In 382, Fu Rong urged against a campaign that Fu Jiān launched, under Lü's command, against the Xiyu kingdoms, but Fu Jiān did not listen to him.

==Battle of Fei River==

Late that year, Fu Jiān resolved to attack Jin, hoping to destroy and unite China. Most officials were opposed. He summoned Fu Rong to a private conversation, hoping that Fu Rong would support it, but Fu Rong, citing Wang's urging against it on his deathbed, opposed—arguing that it would be a dangerous venture and that what Fu Jiān truly had to look out for were the Xianbei and Qiang generals who might rebel. Fu Jiān did not listen to him, but instead put him in charge of commanding the invasion force against Jin. In 383, the campaign was launched, as Fu Rong led some 300,000 men and headed toward the Jin city of Shouyang (壽陽, in modern Lu'an, Anhui), capturing it with relative ease. Fu Jiān soon joined him personally, and they prepared further movements. However, Jin forces, commanded by Xie Shi (謝石), dealt Fu Rong's forward troops minor defeats, and the morale dropped.
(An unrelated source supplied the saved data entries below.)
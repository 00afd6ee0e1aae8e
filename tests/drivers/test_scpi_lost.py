"""Truthful drive state when the SCPI generator is lost (pyvisa-py over TCP to the loopback
emulator): ``drive_status()`` reports zero only after ``OUTP?`` confirmed ``OUTP OFF``;
otherwise it reports the last amplitude that may be on the output, and
``output_confirmed_off`` says so, whether the instrument was killed mid-ramp, died as the
off command arrived, or froze. ``halt()`` stays short and safe from a signal handler.
"""

from __future__ import annotations

import signal
import threading
import time

import pytest

from drivers.errors import DriverError
from drivers.scpi_generator import ScpiGenerator
from drivers.scpi_recorder import Composite
from scpi_emulator import ScpiEmulator
from test_scpi_generator import make_rig, volts_sent

SLOW = {"ramp_time": "3 s", "ramp_step": "50 ms"}      # a full ramp: 60 steps, 3 s


@pytest.fixture
def emu():
    with ScpiEmulator() as e:
        yield e


def ramp_in_background(g: ScpiGenerator, emu: ScpiEmulator, steps: int = 10):
    """Start a ramp to 2 V on another thread; return (thread, errors) once ``steps`` are out."""
    errors: list[DriverError] = []

    def run() -> None:
        try:
            g.set_drive(200.0, 2.0)
        except DriverError as exc:
            errors.append(exc)

    worker = threading.Thread(target=run)
    worker.start()
    deadline = time.monotonic() + 10.0
    while len(volts_sent(emu)) < steps and time.monotonic() < deadline:
        time.sleep(0.002)
    return worker, errors


def stop_quietly(g: ScpiGenerator) -> DriverError | None:
    try:
        g.stop()
    except DriverError as exc:
        return exc
    return None


def assert_not_confirmed_at(g: ScpiGenerator, emu: ScpiEmulator) -> None:
    """Not zero: the last amplitude put out (within one ramp step of what the instrument holds)."""
    status = g.drive_status()
    assert g.output_confirmed_off is False
    assert emu.state.output is True                                  # the emulator really is still on
    assert status.amplitude_v > 0.0
    assert status.amplitude_v == pytest.approx(emu.state.peak_v, abs=2.0 / 3.0 * 0.05 + 1e-9)


def test_opening_ramping_and_ramping_down_confirm_the_output_state(emu):
    g = ScpiGenerator(make_rig(emu))
    assert g.output_confirmed_off is True and g.drive_status().amplitude_v == 0.0
    assert emu.received.index("OUTP?") > emu.received.index("OUTP OFF")     # confirmed on opening
    g.set_drive(200.0, 0.5)
    assert g.output_confirmed_off is False and g.drive_status().amplitude_v == 0.5
    g.set_drive(200.0, 0.0)
    assert emu.received[-3:] == ["OUTP OFF", "OUTP?", "SYST:ERR?"]          # off, confirmed, errors drained
    assert g.output_confirmed_off is True and g.drive_status().amplitude_v == 0.0
    g.set_drive(200.0, 0.3)
    g.halt()                                                               # a live instrument: confirmed at once
    assert g.output_confirmed_off is True and emu.state.output is False and g.drive_status().amplitude_v == 0.0
    g.stop()
    assert g.output_confirmed_off is True


def test_instrument_killed_mid_ramp(emu):
    """The emulator is closed (sockets shut, listener gone) in the middle of a ramp, then halt."""
    g = ScpiGenerator(make_rig(emu, timeout="0.5 s", **SLOW))
    worker, errors = ramp_in_background(g, emu)
    emu.close()
    g.halt()
    worker.join(timeout=5.0)
    assert not worker.is_alive() and errors and "connection was lost" in str(errors[0])
    assert_not_confirmed_at(g, emu)
    assert stop_quietly(g) is not None                # stop cannot reach it either, and says so
    assert_not_confirmed_at(g, emu)


def test_instrument_dies_as_the_off_command_arrives(emu):
    """The reproduction: OUTP OFF was written but never carried out; drive_status() used to say 0 V."""
    g = ScpiGenerator(make_rig(emu, timeout="0.5 s", **SLOW))
    worker, _ = ramp_in_background(g, emu)
    emu.drop_on = "OUTP OFF"                          # closes the connection instead of switching off
    g.halt()
    worker.join(timeout=5.0)
    assert not worker.is_alive() and emu.commands("OUTP OFF")
    assert_not_confirmed_at(g, emu)
    emu.close()
    assert stop_quietly(g) is not None
    assert_not_confirmed_at(g, emu)


def test_instrument_freezes_mid_ramp(emu):
    """A hung instrument: writes are accepted, nothing is carried out or answered."""
    g = ScpiGenerator(make_rig(emu, timeout="0.4 s", **SLOW))
    worker, errors = ramp_in_background(g, emu)
    emu.freeze()
    g.halt()
    worker.join(timeout=5.0)
    assert not worker.is_alive() and errors and "no answer to 'OUTP?'" in str(errors[0])
    assert_not_confirmed_at(g, emu)
    assert stop_quietly(g) is not None
    assert_not_confirmed_at(g, emu)


def test_halt_on_a_frozen_instrument_returns_quickly_and_does_not_claim_zero(emu):
    g = ScpiGenerator(make_rig(emu, timeout="3 s"))
    g.set_drive(200.0, 0.4)
    emu.freeze()
    t0 = time.monotonic()
    g.halt()                                          # waits a bounded moment for OUTP?, never the 3 s timeout
    assert time.monotonic() - t0 < 1.0
    assert_not_confirmed_at(g, emu)
    assert g.drive_status().amplitude_v == 0.4
    with pytest.raises(DriverError, match="halted"):
        g.set_drive(200.0, 0.1)
    emu.close()
    assert stop_quietly(g) is not None
    assert_not_confirmed_at(g, emu)


def test_halt_from_a_signal_handler_while_another_thread_ramps(emu):
    """halt() in a real signal handler on the main thread never waits for the ramping thread."""
    g = ScpiGenerator(make_rig(emu, **SLOW))
    worker, errors = ramp_in_background(g, emu, steps=3)
    took: list[float] = []

    def handler(signum, frame) -> None:
        t0 = time.monotonic()
        g.halt()
        took.append(time.monotonic() - t0)

    previous = signal.signal(signal.SIGUSR1, handler)
    try:
        signal.raise_signal(signal.SIGUSR1)
    finally:
        signal.signal(signal.SIGUSR1, previous)
    worker.join(timeout=5.0)
    assert took and took[0] < 0.2 and not errors          # not a ramp step (3 s), not a timeout (2 s)
    assert g.output_confirmed_off is True and emu.state.output is False and g.drive_status().amplitude_v == 0.0
    g.stop()


def test_composite_passes_the_question_on(emu):
    g = ScpiGenerator(make_rig(emu))
    dev = Composite(g, acquirer=object())
    assert dev.output_confirmed_off is True
    g.set_drive(200.0, 0.2)
    assert dev.output_confirmed_off is False
    g.stop()
    assert dev.output_confirmed_off is True


def test_halt_on_a_session_closed_underneath_never_raises(emu, caplog):
    """At exit the VISA session may already be closed (pyvisa raises InvalidSession, not a
    VISA I/O error): halt() logs it and the output counts as unconfirmed (from memory)."""
    g = ScpiGenerator(make_rig(emu))
    g.set_drive(200.0, 0.3)
    g._inst.close()                                   # the session goes away behind the back-end's back
    g.halt()
    assert_not_confirmed_at(g, emu)
    assert any("output off on halt failed" in r.getMessage() for r in caplog.records)
    assert stop_quietly(g) is None                    # stop reconnects and switches off
    assert g.output_confirmed_off is True and emu.state.output is False
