"""The rig emulator's physics on a received drive, without an audio server (fast).

Checks: the frequency of a received sine from its zero crossings, also across a gap; the
emulator's response to a clean drive is the in-process simulator's physics (the reference
channel carries the drive, the truth file holds ``truth.true_ftf`` at the drive's
frequency); jumps in the received drive (gaps, a cut, repeated chunks: what a dying or
overloaded audio connection delivers) do not blow the simulated flame off; the clock-mismatch
resampler changes the length by the ppm asked. Sources: the FTF and amplitude ratio come from
``drivers.simulated.truth`` (the simulator's own truth); the rest is common practice.
"""

from __future__ import annotations

import json

import numpy as np
import pytest

from app.rig import load_rig
from drivers.emulator.files import TruthFile
from drivers.emulator.physics import ReceivedDriveBurner, estimate_frequency
from drivers.simulated import truth
from emulator_rig import RIG

FS, N = 48000, 2048


def test_frequency_from_zero_crossings_also_across_a_gap():
    t = np.arange(9600) / FS
    x = 0.3 * np.sin(2 * np.pi * 437.3 * t + 0.4)
    assert estimate_frequency(x, FS) == pytest.approx(437.3, rel=1e-5)
    x[2000:7000] = 0.0
    assert estimate_frequency(x, FS) == pytest.approx(437.3, rel=1e-4)
    assert estimate_frequency(np.zeros(100), FS) == 0.0


def sine_blocks(freq_hz: float, amp_v: float, n_blocks: int) -> np.ndarray:
    t = np.arange(n_blocks * N) / FS
    return amp_v * np.sin(2 * np.pi * freq_hz * t) * np.minimum(1.0, t / 0.2)


def test_a_clean_drive_gets_the_simulators_physics_and_truth(tmp_path):
    burner = ReceivedDriveBurner(load_rig(RIG), N)
    path = tmp_path / "truth.json"
    file = TruthFile(path, burner.true_point)
    d = sine_blocks(400.0, 0.15, 40)
    ref = burner.channels.index("drv_ref")
    out = []
    for k in range(40):
        data, f, peak = burner.respond(d[k * N:(k + 1) * N])
        file.add(f, peak)
        out.append(data[ref])
    played = np.concatenate(out)
    # one block of look-ahead: the reference is the drive one block later, plus the rig's noise
    assert np.max(np.abs(played[N:] - d[:-N])) < 1e-3
    point = json.loads(path.read_text())["points"][0]
    assert point["freq_hz"] == pytest.approx(400.0, abs=0.01)
    a = truth.true_amplitude_ratio(burner, 400.0, 0.15)
    assert point["amplitude_ratio"] == pytest.approx(a, rel=1e-3)   # at the peak received (sampled)
    assert complex(point["ftf_re"], point["ftf_im"]) == pytest.approx(truth.true_ftf(burner, 400.0, a), rel=1e-6)
    assert burner.flame_on and not burner.rig_events


@pytest.mark.parametrize("kind", ["gaps", "cut", "repeats", "phase-jumps"])
def test_jumps_in_the_received_drive_do_not_blow_the_flame_off(kind):
    rng = np.random.default_rng(3)
    d = sine_blocks(150.0, 0.25, 60)        # 12 % forcing at 150 Hz: far from blow-off
    where = rng.integers(N, d.size - N, size=10)
    if kind == "gaps":
        for j in where:
            d[j:j + rng.integers(1, 800)] = 0.0
    elif kind == "cut":
        d[where[0]:] = 0.0
    elif kind == "repeats":
        for j in where:
            n = int(rng.integers(50, 500))
            d[j:j + n] = d[j - n:j]
    else:
        t = np.arange(d.size) / FS
        phase = np.zeros(d.size)
        for j in where:
            phase[j:] += rng.uniform(0.5, 2 * np.pi)
        d = 0.25 * np.sin(2 * np.pi * 150.0 * t + phase) * np.minimum(1.0, t / 0.2)
    burner = ReceivedDriveBurner(load_rig(RIG), N)
    for k in range(60):
        burner.respond(d[k * N:(k + 1) * N])
    assert burner.rig_events == ()
    assert burner.discontinuities >= 1


def test_clock_mismatch_resamples_by_the_ppm_asked():
    from drivers.emulator.audio import AudioEmulator

    emu = AudioEmulator.__new__(AudioEmulator)        # only the resampler, no audio server
    emu.clock_ratio, emu._resample_pos, emu.n_out = 1.0 + 500e-6, 0.0, 1
    emu._resample_tail = np.zeros((1, 1))
    total = sum(emu._resample(np.ones((N, 1))).shape[0] for _ in range(200))
    assert total == pytest.approx(200 * N / (1.0 + 500e-6), abs=2)
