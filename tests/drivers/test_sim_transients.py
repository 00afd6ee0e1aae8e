"""The simulated burner's acoustic transients (scenario ``[transients] enabled = true``).

Checks against outside references:
* a band-pass second-order resonator H = (iω/(Qω0)) / (1 − (ω/ω0)² + iω/(Qω0)) put through
  ``Transients`` answers a sine switched on and off as scipy.signal.lsim answers the same
  continuous system, and its free decay has the rate σ = ω0/(2Q) (a linear-systems fact, from
  memory);
* on the resonant scenario, the pressure's ring-down after the drive stops at 267 Hz decays at
  the rate of the rig's slowest mode from the simulator's eigenfrequency search
  (``truth.true_stability``: zeros of the network's characteristic function, a computation
  independent of the impulse response the transients come from);
* in the steady state the transients change nothing: the same seed with and without them gives
  the same samples once the modes have decayed.
"""

from __future__ import annotations

import math
from pathlib import Path

import numpy as np
import pytest
from scipy import signal

from app.rig import load_rig
from drivers.simulated import SimulatedBurner, truth
from drivers.simulated.scenario import load_scenario
from drivers.simulated.transients import Transients

CONFIGS = Path(__file__).resolve().parents[2] / "configs"
FS, BLOCK = 25600.0, 2560
F0, Q = 300.0, 10.0


class _Resonator:
    """A stand-in for the burner model: one 'sensor' answering as the band-pass resonator, no flame."""

    sensor_positions_m = (0.0,)

    def response(self, freq_hz, drive_v, state, flame):
        w = 1j * freq_hz / F0
        h = (w / Q) / (1.0 + w * w + w / Q)

        class R:
            pressure_per_v = np.array([h])
            flame_linear = 0.0
            velocity_per_v = 1.0
            velocity_reference_m_s = 1.0
        return R()


def _decay_rate(x: np.ndarray, fs: float, start_s: float, stop_s: float) -> float:
    """σ from a straight line through the log of the analytic envelope between two times."""
    env = np.abs(signal.hilbert(x))
    t = np.arange(x.size) / fs
    sel = (t >= start_s) & (t <= stop_s)
    slope = np.polyfit(t[sel], np.log(env[sel]), 1)[0]
    return -slope


def test_a_resonator_answers_a_switched_sine_as_scipy_lsim_does():
    tr = Transients(_Resonator(), None, FS, BLOCK, length_s=1.0, max_frequency_hz=5000.0)
    n_on, n_off = 8 * BLOCK, 8 * BLOCK
    t = np.arange(n_on + n_off) / FS
    z = np.where(t < n_on / FS, np.exp(2j * np.pi * F0 * t), 0.0)      # a sine switched on, then off
    out = []
    for i in range(0, t.size, BLOCK):
        zb = z[i:i + BLOCK]
        quasi = np.real(tr.steady(F0)[0] * zb)
        out.append(quasi + tr.correction([(np.full(BLOCK, F0), zb)])[0])
    ours = np.concatenate(out)
    w0 = 2 * np.pi * F0
    system = signal.lti([w0 / Q, 0.0], [1.0, w0 / Q, w0 * w0])          # the same H(s), s = iω
    _, ref, _ = signal.lsim(system, z.real, t)
    assert np.max(np.abs(ours - ref)) <= 0.01 * np.max(np.abs(ref))
    # its free decay: σ = ω0/(2Q)
    sigma = _decay_rate(ours[n_on:], FS, 0.01, 0.05)   # 0.4 to 0.01 of the level at the switch
    assert sigma == pytest.approx(w0 / (2 * Q), rel=0.02)


@pytest.fixture(scope="module")
def resonant():
    rig = load_rig(CONFIGS / "demo-rig.toml")
    base = load_scenario(CONFIGS / "resonant-scenario.toml")
    ringing = base.model_copy(update={"transients": base.transients.model_copy(update={"enabled": True})})
    return rig, base, ringing


def _drive(sim, freq_hz, volts, blocks_on, blocks_off):
    sim.start()
    sim.set_drive(freq_hz, volts)
    data = [sim.read_block().data for _ in range(blocks_on)]
    sim.set_drive(freq_hz, 0.0)
    data += [sim.read_block().data for _ in range(blocks_off)]
    return np.concatenate(data, axis=1)


def test_the_ring_down_decays_at_the_rate_of_the_rigs_slowest_mode(resonant):
    rig, _, ringing = resonant
    sim = SimulatedBurner(rig, scenario=ringing, seed=3)
    slowest = min((m for m in truth.true_stability(sim).modes if 200.0 < m.freq_hz < 350.0),
                  key=lambda m: -m.growth_rate_per_s)
    assert slowest.freq_hz == pytest.approx(267.0, abs=3.0)
    data = _drive(sim, 267.0, 0.2, blocks_on=30, blocks_off=10)
    fs = sim.sample_rate_hz
    off = 30 * int(round(rig.acquisition.block_duration * fs)) / fs
    ramp = rig.drive.ramp_time
    p = data[0] - np.mean(data[0])
    sigma = _decay_rate(p, fs, off + ramp + 0.02, off + ramp + 0.2)   # after the ramp, above the noise
    assert sigma == pytest.approx(-slowest.growth_rate_per_s, rel=0.1)


def test_in_the_steady_state_the_transients_change_nothing(resonant):
    rig, base, ringing = resonant
    a = _drive(SimulatedBurner(rig, scenario=base, seed=5), 430.0, 0.2, blocks_on=40, blocks_off=0)
    b = _drive(SimulatedBurner(rig, scenario=ringing, seed=5), 430.0, 0.2, blocks_on=40, blocks_off=0)
    n_p = len(rig.pressure_sensors)
    first = np.abs(b[:n_p, :BLOCK] - a[:n_p, :BLOCK]).max() / np.abs(a[:n_p]).max()
    late = np.abs(b[:, -4 * BLOCK:] - a[:, -4 * BLOCK:]).max() / np.abs(a[:n_p]).max()
    assert first > 0.01              # the switch-on rings (the answer is not quasi-steady there) ...
    assert late < 1e-4               # ... and after the modes decayed the samples are the same
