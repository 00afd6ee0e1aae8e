"""The SCPI generator back-end against a pyvisa-sim instrument (tests/drivers/scpi-sim.yaml):
the same commands work through a second VISA library, whose error queue is the
``error_queue`` form (drained to ``0,...``), and there is no socket to tune.
"""

from __future__ import annotations

from pathlib import Path

import pytest

from app.rig import read_toml, rig_from_dict
from drivers.scpi_generator import InstrumentError, ScpiGenerator

HERE = Path(__file__).resolve().parent
YAML = HERE / "scpi-sim.yaml"
DEMO = HERE.parents[1] / "configs" / "demo-rig.toml"
RESOURCE = "TCPIP0::sim-generator.local::5025::SOCKET"


def sim_rig(**table):
    data = read_toml(DEMO)
    data["hardware"] = {"scpi": {"resource": RESOURCE, "visa_library": f"{YAML}@sim", "ramp_step": "10 ms",
                                 **table}}
    return rig_from_dict(data, str(DEMO))


def test_drive_and_read_back_through_pyvisa_sim():
    g = ScpiGenerator(sim_rig())
    try:
        ident = g.identity()
        assert (ident["maker"], ident["model"], ident["serial"]) == ("flamebode", "simulated SCPI generator",
                                                                    "SIM-0001")
        assert ident["tcp_nodelay"] == "not applicable"
        g.set_drive(150.0, 0.6)
        s = g.actual_settings()
        assert (s.freq_hz, s.unit, s.output_on) == (150.0, "VPP", True)
        assert s.amplitude_v == pytest.approx(0.6, rel=1e-8)        # 1.2 Vpp read back, Vp = Vpp / 2
        g.set_drive(150.0, 0.0)
        assert g.actual_settings().output_on is False
    finally:
        g.stop()


def test_instrument_refusal_is_read_from_the_error_queue():
    """The simulated instrument's minimum is 1 mVpp: 0.2 mV peak is refused with its own -113 text."""
    g = ScpiGenerator(sim_rig(amplitude_unit="VPP"))
    try:
        with pytest.raises(InstrumentError, match='-113,"Undefined header".*SOUR:VOLT 0.0004'):
            g.set_drive(150.0, 0.0002)
        assert g.actual_settings().output_on is False                 # switched off after the refusal
    finally:
        g.stop()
Eventually, the armies were stalemated across the Fei River (which no longer exists but probably flowed through Lu'an, near the Huai River), Former Qin forces to the west and Jin forces to the east.

The Jin general Xie Xuan sent a message to Fu Rong, suggesting that the Former Qin forces retreat slightly to allow Jin forces to cross the Fei River, so that the armies could engage. Fu Jiān overruled the generals' reluctance for the plan, wanting to attack Jin forces as they were crossing the river, and Fu Rong agreed, ordering a retreat. However, the Former Qin forces fell into a panic while retreating, and Jin forces attacked. Fu Rong tried to personally calm the troops, but as he was doing so, his horse suddenly fell, and he was killed by Jin forces. His death brought further panic to the Former Qin forces, and it entirely collapsed. Former Qin would not able to restart its attack against Jin, and a chain of events eventually led to its near destruction in 385.